───── DATA FOR PROCESSING ─────
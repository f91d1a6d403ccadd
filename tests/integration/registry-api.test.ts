import { describe, it, expect, beforeAll } from 'vitest';
import { signedIn, DEMO, type Client } from '../helpers/http';
import { newSpecimen, balanceByReadability, mistype } from '../helpers/registry';
import { formatCode, parseCode } from '../../src/lib/domain/codes';
import { netUncertainty } from '../../src/lib/domain/mass';

let curator: Client;
let auditor: Client;
let fennick: Client;
let marrow: Client;

beforeAll(async () => {
	[curator, auditor, fennick, marrow] = await Promise.all([DEMO.curator, DEMO.auditor, DEMO.fennick, DEMO.marrow].map((e) => signedIn(e)));
});

describe('registering a parent specimen', () => {
	it('answers 201 with a fresh code whose check character verifies, the mass, and a first ledger entry', async () => {
		const r = await curator.post('/api/items', { collection: 'hlf', massUg: 5_432_100, description: 'Fragment for the registry test', container: 'PTFE jar', storagePlace: 'Cabinet C-9' });
		expect(r.status).toBe(201);
		const item = r.body.item;
		expect(parseCode(item.code)).toMatchObject({ ok: true, prefix: 'HLF' });
		expect(item).toMatchObject({ kind: 'specimen', massUg: 5_432_100, initialMassUg: 5_432_100, state: 'stored', parentCode: null, container: 'PTFE jar', holder: { kind: 'facility' } });
		expect(r.headers.get('location')).toBe(`/api/items/${encodeURIComponent(item.code)}`);
		const ledger = await curator.get(`/api/items/${item.code}/ledger`);
		expect(ledger.body.entries).toEqual([expect.objectContaining({ seq: 1, kind: 'registered', deltaUg: 5_432_100, balanceUg: 5_432_100 })]);
		expect(ledger.body.closes).toBe(true);
	});

	it('records a weighing on a calibrated balance with its GUM uncertainty (JCGM 100:2008, 5.1.2)', async () => {
		const b = await balanceByReadability(curator, 1);
		const r = await curator.post('/api/items', { collection: 'TRN', massUg: 1_500_000, description: 'weighed test specimen', weighing: { balanceId: b.id, tareUg: 250_000 } });
		expect(r.status).toBe(201);
		expect(r.body.item.uUg).toBeCloseTo(b.netUUg, 10);
		expect(r.body.item.expandedUg).toBeCloseTo(2 * b.netUUg, 10);
	});

	it('gives consecutive serials in one collection', async () => {
		const a = parseCode(await newSpecimen(curator, 1000));
		const b = parseCode(await newSpecimen(curator, 1000));
		expect(a.ok && b.ok && b.serial - a.serial).toBe(1);
	});

	it('refuses auditors and lab members (403) and changes nothing', async () => {
		for (const c of [auditor, fennick]) {
			const r = await c.post('/api/items', { collection: 'HLF', massUg: 1000, description: 'not allowed' });
			expect(r.status).toBe(403);
			expect(r.body.error.code).toBe('forbidden');
		}
	});
});

describe('splitting through the API', () => {
	it('creates the children, moves the mass exactly and shows it in lineage and ledger', async () => {
		const parent = await newSpecimen(curator, 10_000);
		const r = await curator.post(`/api/items/${parent}/splits`, { children: [{ massUg: 1_500 }, { massUg: 2_500 }] });
		expect(r.status).toBe(201);
		expect(r.body).toMatchObject({ parentCode: parent, parentBeforeUg: 10_000, parentAfterUg: 6_000, childrenTotalUg: 4_000, lossUg: 0, reweighed: false });
		const codes = r.body.children.map((c: { code: string }) => c.code);
		expect(codes).toHaveLength(2);
		for (const code of codes) expect(parseCode(code).ok).toBe(true);

		const item = await curator.get(`/api/items/${parent}`);
		expect(item.body.item.budget).toEqual({ initialMassUg: 10_000, childrenInitialUg: 4_000, lossesUg: 0, usedUg: 0, remainingUg: 6_000, children: 2, splits: 1, balanced: true });

		const lineage = await curator.get(`/api/items/${codes[1]}/lineage`);
		expect(lineage.body.ancestors.map((a: { code: string }) => a.code)).toEqual([parent]);
		const down = await curator.get(`/api/items/${parent}/lineage`);
		expect(down.body.descendants.map((d: { code: string }) => d.code).sort()).toEqual([...codes].sort());

		const ledger = await curator.get(`/api/items/${parent}/ledger`);
		expect(ledger.body.entries.map((e: { kind: string; deltaUg: number; balanceUg: number }) => [e.kind, e.deltaUg, e.balanceUg])).toEqual([
			['registered', 10_000, 10_000],
			['split_out', -1_500, 8_500],
			['split_out', -2_500, 6_000]
		]);
		const child = await curator.get(`/api/items/${codes[0]}/ledger`);
		expect(child.body.entries).toEqual([expect.objectContaining({ kind: 'split_in', deltaUg: 1_500, balanceUg: 1_500, counterpartCode: parent })]);
	});

	it('ledgers a measured loss when the parent is reweighed, with u_L from GUM 5.1.2', async () => {
		const b = await balanceByReadability(curator, 1);
		const parent = await newSpecimen(curator, 100_000, { weighing: { balanceId: b.id } });
		const r = await curator.post(`/api/items/${parent}/splits`, { children: [{ massUg: 30_000 }, { massUg: 20_000 }], parentAfterUg: 49_990, balanceId: b.id });
		expect(r.status).toBe(201);
		expect(r.body.lossUg).toBe(10);
		const u = netUncertainty({ d: b.readabilityUg, s: b.repeatabilityUg });
		// u_L = √(u₀² + u₁² + Σuᵢ²), four weighings on one balance (JCGM 100:2008, 5.1.2)
		expect(r.body.lossUUg).toBeCloseTo(Math.sqrt(4 * u * u), 9);
		const ledger = await curator.get(`/api/items/${parent}/ledger`);
		expect(ledger.body.entries.at(-1)).toMatchObject({ kind: 'split_loss', deltaUg: -10, balanceUg: 49_990 });
		expect(ledger.body.closes).toBe(true);
	});

	it('needs a reason for children below the balance minimum weight (USP <41>) and records it', async () => {
		const b = await balanceByReadability(curator, 1);
		const parent = await newSpecimen(curator, 50_000);
		const small = b.minimumWeightUg - 1;
		const refused = await curator.post(`/api/items/${parent}/splits`, { children: [{ massUg: small }], balanceId: b.id });
		expect(refused.status).toBe(422);
		expect(refused.body.error.code).toBe('reason_required');
		expect(refused.body.error.fields['children.0.massUg']).toMatch(/below the minimum weight/);
		const ok = await curator.post(`/api/items/${parent}/splits`, { children: [{ massUg: small }], balanceId: b.id, reason: 'trace aliquot for a screening run' });
		expect(ok.status).toBe(201);
		expect(ok.body.children[0].belowMinimum).toBe(true);
		expect(ok.body.verdict).toBe('needs-reason');
	});

	it('refuses a load above the balance’s capacity, in a split and at registration, naming the field, and changes nothing', async () => {
		const admin = await signedIn(DEMO.admin);
		const made = await admin.post('/api/balances', { name: `Capacity test balance ${Date.now()}`, readabilityUg: 2, repeatabilityUg: 0.5, calibrationDue: '2099-01-31', capacityUg: 5_000_000 });
		expect(made.status, JSON.stringify(made.body)).toBe(201);
		const b = made.body.balance;
		expect(b.capacityUg).toBe(5_000_000);
		try {
			const parent = await newSpecimen(curator, 8_000_000);
			// the 1 mg child fits; the 7.999 g parent left behind does not
			const r = await curator.post(`/api/items/${parent}/splits`, { children: [{ massUg: 1_000 }], balanceId: b.id, parentAfterUg: 8_000_000 - 1_000 - 5 });
			expect(r.status).toBe(422);
			expect(r.body.error.code).toBe('above_capacity');
			expect(r.body.error.fields).toEqual({ parentAfterUg: `7998.995 mg is above the capacity of ${b.name} (5000.000 mg)` });
			expect((await curator.get(`/api/items/${parent}`)).body.item.massUg).toBe(8_000_000);
			expect((await curator.get(`/api/items/${parent}/ledger`)).body.entries).toHaveLength(1);
			// a child with its tare counts as what is put on the pan
			const tared = await curator.post(`/api/items/${parent}/splits`, { children: [{ massUg: 1_000, tareUg: 4_999_500 }], balanceId: b.id });
			expect(tared.status).toBe(422);
			expect(Object.keys(tared.body.error.fields)).toEqual(['children.0.massUg']);
			const reg = await curator.post('/api/items', { collection: 'HLF', massUg: 6_000_000, description: 'too heavy for the pan', weighing: { balanceId: b.id } });
			expect(reg.status).toBe(422);
			expect(reg.body.error.fields).toHaveProperty('massUg');
			// the parent reweighed on a balance that holds it, the child on this one
			const sm = await balanceByReadability(curator, 10);
			const ok = await curator.post(`/api/items/${parent}/splits`, { children: [{ massUg: 2_000 }], balanceId: b.id, parentBalanceId: sm.id, parentAfterUg: 8_000_000 - 2_000 - 40 });
			expect(ok.status, JSON.stringify(ok.body)).toBe(201);
			expect(ok.body.parentBalance).toMatchObject({ id: sm.id });
			expect((await curator.get(`/api/items/${parent}`)).body.item).toMatchObject({ massUg: 8_000_000 - 2_000 - 40, uUg: sm.netUUg });
			// a parent balance without a reweighed mass says what is missing
			const lone = await curator.post(`/api/items/${parent}/splits`, { children: [{ massUg: 1_000 }], balanceId: b.id, parentBalanceId: sm.id });
			expect(lone.status).toBe(422);
			expect(lone.body.error.fields).toEqual({ parentAfterUg: 'is required with parentBalanceId' });
		} finally {
			// retired again, so later tests that look for a balance by its readability do not meet it
			expect((await admin.request('PATCH', `/api/balances/${b.id}`, { active: false })).status).toBe(200);
		}
	});

	it('refuses a weighing on a balance past its calibration date', async () => {
		const admin = await signedIn(DEMO.admin);
		const made = await admin.post('/api/balances', { name: `Overdue test balance ${Date.now()}`, readabilityUg: 1, repeatabilityUg: 0.5, calibrationDue: '2020-01-31' });
		expect(made.status).toBe(201);
		expect(made.body.balance).toMatchObject({ overdue: true, usable: false, minimumWeightUg: 1000 });
		const parent = await newSpecimen(curator, 50_000);
		const r = await curator.post(`/api/items/${parent}/splits`, { children: [{ massUg: 5_000 }], balanceId: made.body.balance.id });
		expect(r.status).toBe(422);
		expect(r.body.error.code).toBe('calibration_overdue');
		expect(r.body.error.message).toContain('2020-01-31');
		expect((await curator.get(`/api/items/${parent}`)).body.item.massUg).toBe(50_000);
	});

	it('answers 409 with the available micrograms when the children exceed the parent', async () => {
		const parent = await newSpecimen(curator, 3_000);
		const r = await curator.post(`/api/items/${parent}/splits`, { children: [{ massUg: 2_000 }, { massUg: 1_001 }] });
		expect(r.status).toBe(409);
		expect(r.body.error).toMatchObject({ code: 'budget_exceeded', availableUg: 3_000, requestedUg: 3_001 });
	});

	it('refuses a split where mass would appear beyond 2·u_L', async () => {
		const b = await balanceByReadability(curator, 1);
		const parent = await newSpecimen(curator, 20_000, { weighing: { balanceId: b.id } });
		const r = await curator.post(`/api/items/${parent}/splits`, { children: [{ massUg: 10_000 }], parentAfterUg: 10_050, balanceId: b.id });
		expect(r.status).toBe(422);
		expect(r.body.error.code).toBe('mass_appeared');
	});
});

describe('codes', () => {
	it('answers a code with a wrong check character with a clear message, never another item', async () => {
		const code = await newSpecimen(curator, 1000);
		for (const path of ['', '/lineage', '/ledger']) {
			const r = await curator.get(`/api/items/${mistype(code)}${path}`);
			expect(r.status).toBe(400);
			expect(r.body.error.code).toBe('wrong_check_character');
			expect(r.body.error.message).toMatch(/check character is .*, expected /);
		}
		const q = await curator.get(`/api/items?q=${mistype(code)}`);
		expect(q.status).toBe(400);
		expect(q.body.error.code).toBe('wrong_check_character');
		const ok = await curator.get(`/api/items?q=${code.toLowerCase()}`);
		expect(ok.body.items.map((i: { code: string }) => i.code)).toEqual([code]);
	});

	it('answers a well-formed code that does not exist with 404', async () => {
		const r = await curator.get(`/api/items/${formatCode('HLF', 99_999)}`);
		expect(r.status).toBe(404);
		expect(r.body.error.code).toBe('not_found');
	});
});

describe('lab visibility', () => {
	async function heldBy(lab: Client) {
		const r = await lab.get('/api/items?limit=500');
		expect(r.status).toBe(200);
		return r.body.items as { code: string; holder: { name: string } }[];
	}

	it('shows a lab only the items it holds', async () => {
		const f = await heldBy(fennick);
		const m = await heldBy(marrow);
		expect(f.length).toBeGreaterThan(0);
		expect(m.length).toBeGreaterThan(0);
		expect(new Set(f.map((i) => i.holder.name))).toEqual(new Set(['Fennick Organics Lab']));
		expect(new Set(m.map((i) => i.holder.name))).toEqual(new Set(['Marrow Isotope Group']));
	});

	it('answers a Marrow analyst guessing a Fennick-held code with 404 on every item route', async () => {
		const [item] = await heldBy(fennick);
		expect((await fennick.get(`/api/items/${item.code}`)).status).toBe(200);
		for (const path of ['', '/lineage', '/ledger']) {
			const r = await marrow.get(`/api/items/${item.code}${path}`);
			expect(r.status).toBe(404);
			expect(r.body.error.message).not.toContain('Fennick');
		}
		const guessed = await marrow.get(`/api/items/${formatCode('HLF', 99_998)}`);
		expect(guessed.body).toEqual({ error: { ...guessed.body.error, code: 'not_found' } });
		const listed = await marrow.get(`/api/items?q=${item.code}`);
		expect(listed.body.items).toEqual([]);
	});

	it('keeps facility-held ancestors out of a lab member’s lineage, counting them as withheld', async () => {
		const [item] = await heldBy(fennick);
		const r = await fennick.get(`/api/items/${item.code}/lineage`);
		expect(r.status).toBe(200);
		expect(r.body.ancestors).toEqual([]);
		expect(r.body.withheld).toBeGreaterThan(0);
		const staff = await auditor.get(`/api/items/${item.code}/lineage`);
		expect(staff.body.ancestors.length).toBeGreaterThan(0);
		expect(staff.body.withheld).toBe(0);
		expect(r.body.withheld).toBeGreaterThanOrEqual(staff.body.ancestors.length);
	});

	it('lets nobody but curators split', async () => {
		const [item] = await heldBy(fennick);
		for (const c of [fennick, marrow, auditor]) {
			const r = await c.post(`/api/items/${item.code}/splits`, { children: [{ massUg: 1 }] });
			expect(r.status).toBe(403);
		}
	});
});

describe('the items list', () => {
	it('pages by keyset without gaps or repeats, in order', async () => {
		const all: string[] = [];
		let after: string | null = null;
		let pages = 0;
		do {
			const r: { status: number; body: { items: { code: string; massUg: number }[]; next: string | null } } = await curator.get(
				`/api/items?collection=TRN&sort=mass&dir=desc&limit=7${after ? `&after=${after}` : ''}`
			);
			expect(r.status).toBe(200);
			all.push(...r.body.items.map((i) => `${i.massUg}|${i.code}`));
			after = r.body.next;
			pages++;
		} while (after && pages < 100);
		const whole = await curator.get('/api/items?collection=TRN&sort=mass&dir=desc&limit=500');
		expect(all).toEqual(whole.body.items.map((i: { code: string; massUg: number }) => `${i.massUg}|${i.code}`));
		expect(new Set(all).size).toBe(all.length);
		const masses = all.map((s) => Number(s.split('|')[0]));
		expect(masses).toEqual([...masses].sort((a, b) => b - a));
		expect(pages).toBeGreaterThan(2);
	});

	it('filters by collection, state, kind and holder', async () => {
		const r = await curator.get('/api/items?collection=TRN&kind=aliquot&state=on_loan&limit=500');
		expect(r.status).toBe(200);
		expect(r.body.items.length).toBeGreaterThan(0);
		for (const i of r.body.items) expect(i).toMatchObject({ collection: 'TRN', kind: 'aliquot', state: 'on_loan' });
		const facility = await curator.get('/api/items?holder=facility&state=on_loan');
		expect(facility.body.items).toEqual([]);
	});

	it('exports the same view as CSV', async () => {
		const view = await curator.get('/api/items?collection=ICE&limit=500');
		const csv = await curator.get('/api/items/export?collection=ICE');
		expect(csv.status).toBe(200);
		expect(csv.headers.get('content-type')).toContain('text/csv');
		const lines = String(csv.body).trim().split('\n');
		expect(lines[0]).toMatch(/^code,kind,collection,parent_code/);
		expect(lines.slice(1).map((l) => l.split(',')[0])).toEqual(view.body.items.map((i: { code: string }) => i.code));
	});
});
─────
> _WHAT THIS TASK INVOLVES_
Beginning with the line containing "expect(r.body.ancestors).toEqual([]);" in the material above, copy every line exactly until you have copied the line containing "it('lets nobody but".

> _ANSWER BOX_
		expect(r.body.ancestors).toEqual([]);
		expect(r.body.withheld).toBeGreaterThan(0);
		const staff = await auditor.get(`/api/items/${item.code}/lineage`);
		expect(staff.body.ancestors.length).toBeGreaterThan(0);
		expect(staff.body.withheld).toBe(0);
		expect(r.body.withheld).toBeGreaterThanOrEqual(staff.body.ancestors.length);
	});

	it('lets nobody but curators split', async () => {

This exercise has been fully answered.